# Off Bike > Wintersport: Ski, Snowboard >  Snowscoot fuer Bastler abzugeben

## Sethimus

Ich haett noch ein zerlegtes Dirty rumliegen. Braeuchte ein Neues Carving Kit, Boards sind arg reparaturbeduerftig. 



Rahmen



Rahmen von oben, viele Lackabkratzer vom Liften



Rahmen von vorn



Frontboard



Frontboard unten



Frontboard Schaden rechts




Frontboard Schaden links



Frontboard Schaden links detail



Backboard



Backboard unten



Backboard Schaden 



Backboard Schaden detail



Was noch vom Carving/Befestigungskit uebrig ist.
Eine Fuehrung ist kaputt, ein Gummipuffer abgebrochen, von den Inserts sind 2 defekt, ein Gummipfropfen von der Standflaeche fehlt

Wer Interesse hat, PM mit Preisvorschlag an mich senden...

----------


## Gordobs

Nettes gerät, wieviel Arbeitsstunden müsste man den in diesem Teil reinstecken?
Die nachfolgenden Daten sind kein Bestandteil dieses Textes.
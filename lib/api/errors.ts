/**
 * The one error shape of the JSON API: { "error": { "code", "message", "fields"? } }.
 * 400 unreadable body, 401 not signed in, 403 not allowed, 404 not found (or another
 * workspace's), 409 conflict, 422 failed validation.
 */
import { ZodError } from 'zod';
import { AccessDenied } from '@/lib/permissions';

export type FieldErrors = Record<string, string[]>;

export class ApiError extends Error {
  constructor(
    readonly status: 400 | 401 | 403 | 404 | 409 | 413 | 415 | 422 | 429,
    readonly code: string,
    message: string,
    readonly fields?: FieldErrors,
  ) {
    super(message);
    this.name = 'ApiError';
  }
}

/** Validation failure from a feature module; same meaning as a ZodError. */
export class ValidationFailed extends Error {
  constructor(
    message: string,
    readonly fields: FieldErrors,
  ) {
    super(message);
    this.name = 'ValidationFailed';
  }
}

/** A state conflict (a stale revision, an immutable record, a duplicate). */
export class Conflict extends Error {
  constructor(message: string) {
    super(message);
    this.name = 'Conflict';
  }
}

export function zodFieldErrors(error: ZodError): FieldErrors {
  const fields: FieldErrors = {};
  for (const issue of error.issues) {
    const key = issue.path.length ? issue.path.join('.') : '_';
    (fields[key] ??= []).push(issue.message);
  }
  return fields;
}

const CODES: Record<AccessDenied['status'], string> = { 401: 'unauthenticated', 403: 'forbidden', 404: 'not_found' };

/** Maps anything a handler throws to status + body; unknown errors become a 500 without details. */
export function describeError(err: unknown): { status: number; body: { error: { code: string; message: string; fields?: FieldErrors } } } {
  if (err instanceof ApiError) {
    return { status: err.status, body: { error: { code: err.code, message: err.message, ...(err.fields ? { fields: err.fields } : {}) } } };
  }
  if (err instanceof AccessDenied) return { status: err.status, body: { error: { code: CODES[err.status], message: err.message } } };
  if (err instanceof ZodError) {
    return { status: 422, body: { error: { code: 'invalid', message: 'Some fields are not valid.', fields: zodFieldErrors(err) } } };
  }
  if (err instanceof ValidationFailed) return { status: 422, body: { error: { code: 'invalid', message: err.message, fields: err.fields } } };
  if (err instanceof Conflict) return { status: 409, body: { error: { code: 'conflict', message: err.message } } };
  if (err instanceof Error && err.name === 'RateLimited') return { status: 429, body: { error: { code: 'rate_limited', message: err.message } } };
  if (isUniqueViolation(err)) return { status: 409, body: { error: { code: 'conflict', message: 'That already exists.' } } };
  // Raised by the database triggers that keep production versions, batch records and the audit trail unchanged.
  if (isImmutableRecordViolation(err)) return { status: 409, body: { error: { code: 'immutable', message: 'This record cannot be changed.' } } };
  return { status: 500, body: { error: { code: 'internal', message: 'Something went wrong on our side. Nothing was changed.' } } };
}

function isImmutableRecordViolation(err: unknown): boolean {
  return typeof err === 'object' && err !== null && (err as { code?: string }).code === 'P0001';
}

function isUniqueViolation(err: unknown): boolean {
  return typeof err === 'object' && err !== null && (err as { code?: string }).code === '23505';
}
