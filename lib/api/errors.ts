/**
 * The one error shape of the JSON API: { "error": { "code", "message", "fields"? } }.
 * 400 unreadable body, 401 not signed in, 403 not allowed, 404 not found (or another
 * workspace's), 409 conflict, 422 failed validation, 503 database unreachable (with Retry-After).
 */
import { ZodError } from 'zod';
import { AccessDenied } from '@/lib/permissions';
import { Conflict, ValidationFailed, zodFieldErrors, type FieldErrors } from '@/lib/errors';

export class ApiError extends Error {
  constructor(
    readonly status: 400 | 401 | 403 | 404 | 409 | 413 | 415 | 422 | 429,
    readonly code: string,
    message: string,
    readonly fields?: FieldErrors,
  ) {
    super(message);
    this.name = 'ApiError';
  }
}

const CODES: Record<AccessDenied['status'], string> = { 401: 'unauthenticated', 403: 'forbidden', 404: 'not_found' };

/** Seconds a client is asked to wait when the database is unreachable (a restart takes a few). */
export const RETRY_AFTER_SECONDS = 5;

export type DescribedError = {
  status: number;
  body: { error: { code: string; message: string; fields?: FieldErrors } };
  headers?: Record<string, string>;
};

/** Maps anything a handler throws to status + body; unknown errors become a 500 without details. */
export function describeError(err: unknown): DescribedError {
  if (isDatabaseUnavailable(err)) {
    return {
      status: 503,
      body: { error: { code: 'unavailable', message: 'The database cannot be reached just now. Try again in a few seconds.' } },
      headers: { 'retry-after': String(RETRY_AFTER_SECONDS) },
    };
  }
  if (err instanceof ApiError) {
    return { status: err.status, body: { error: { code: err.code, message: err.message, ...(err.fields ? { fields: err.fields } : {}) } } };
  }
  if (err instanceof AccessDenied) return { status: err.status, body: { error: { code: CODES[err.status], message: err.message } } };
  if (err instanceof ZodError) {
    return { status: 422, body: { error: { code: 'invalid', message: 'Some fields are not valid.', fields: zodFieldErrors(err) } } };
  }
  if (err instanceof ValidationFailed) return { status: 422, body: { error: { code: 'invalid', message: err.message, fields: err.fields } } };
  if (err instanceof Conflict) return { status: 409, body: { error: { code: 'conflict', message: err.message } } };
  if (err instanceof Error && err.name === 'RateLimited') return { status: 429, body: { error: { code: 'rate_limited', message: err.message } } };
  if (isUniqueViolation(err)) return { status: 409, body: { error: { code: 'conflict', message: 'That already exists.' } } };
  // Raised by the database triggers that keep production versions, batch records and the audit trail unchanged.
  if (isImmutableRecordViolation(err)) return { status: 409, body: { error: { code: 'immutable', message: 'This record cannot be changed.' } } };
  return { status: 500, body: { error: { code: 'internal', message: 'Something went wrong on our side. Nothing was changed.' } } };
}

function isImmutableRecordViolation(err: unknown): boolean {
  return typeof err === 'object' && err !== null && (err as { code?: string }).code === 'P0001';
}

function isUniqueViolation(err: unknown): boolean {
  return typeof err === 'object' && err !== null && (err as { code?: string }).code === '23505';
}

/** PostgreSQL SQLSTATEs that mean "the server is not there for you right now", not "your request is wrong". */
const UNAVAILABLE_SQLSTATES = new Set([
  '57P01', // admin_shutdown: the server is stopping (a restart)
  '57P02', // crash_shutdown
  '57P03', // cannot_connect_now: starting up or shutting down
  '53300', // too_many_connections
]);
/** Socket failures on the way to the database (Node's system error codes). */
const UNAVAILABLE_SOCKET_CODES = new Set(['ECONNREFUSED', 'ECONNRESET', 'EPIPE', 'ETIMEDOUT', 'EHOSTUNREACH', 'ENETUNREACH', 'EAI_AGAIN', 'ENOTFOUND', 'ECONNABORTED']);
/** Errors that pg, pg-pool and knex raise with a message but no code when a connection is lost or cannot be had. */
const UNAVAILABLE_MESSAGES = [
  /^Connection terminated/, // pg: the server closed the socket (restart, crash), or a connect timeout
  /^timeout expired$/, // pg: connectionTimeoutMillis passed before the server answered
  /Client has encountered a connection error and is not queryable/, // pg: a client whose socket already failed
  /^timeout exceeded when trying to connect/, // pg-pool
  /^Knex: Timeout acquiring a connection/, // knex's pool: no connection within the acquire timeout
];

/**
 * True when the database could not be reached or went away mid-request: the honest answer is
 * 503 with Retry-After, never a 500. Looks through the wrappers MikroORM and Node put around the
 * driver's error (`cause`, AggregateError's `errors`).
 */
export function isDatabaseUnavailable(err: unknown, depth = 0): boolean {
  if (typeof err !== 'object' || err === null || depth > 4) return false;
  const e = err as { code?: unknown; name?: unknown; message?: unknown; cause?: unknown; errors?: unknown };
  if (typeof e.code === 'string') {
    if (UNAVAILABLE_SQLSTATES.has(e.code) || e.code.startsWith('08') || UNAVAILABLE_SOCKET_CODES.has(e.code)) return true;
  }
  if (e.name === 'KnexTimeoutError' || e.name === 'ConnectionException') return true;
  if (typeof e.message === 'string' && UNAVAILABLE_MESSAGES.some((m) => m.test(e.message as string))) return true;
  if (Array.isArray(e.errors) && e.errors.some((x) => isDatabaseUnavailable(x, depth + 1))) return true;
  return isDatabaseUnavailable(e.cause, depth + 1);
}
Nur so ungefähr, wenn du das weist.

----------


## Sethimus

schwer zu sagen, das einfachste wird das befestigungskit sein, die gibts von jykk und insane toys. ob man die boards noch retten kann weiss ich nicht, theoretisch muesste man die an der seite aufhebeln und neu verkleben. ob man die stahlkante wieder gerade gebogen bekommt ist mir nicht bekannt.

----------


## M47

hi, hab dir auf snowscoot-rider schon geschrieben... ist das scoot noch zu haben?lg und ride on

----------


## Sethimus

*verkauft*

----------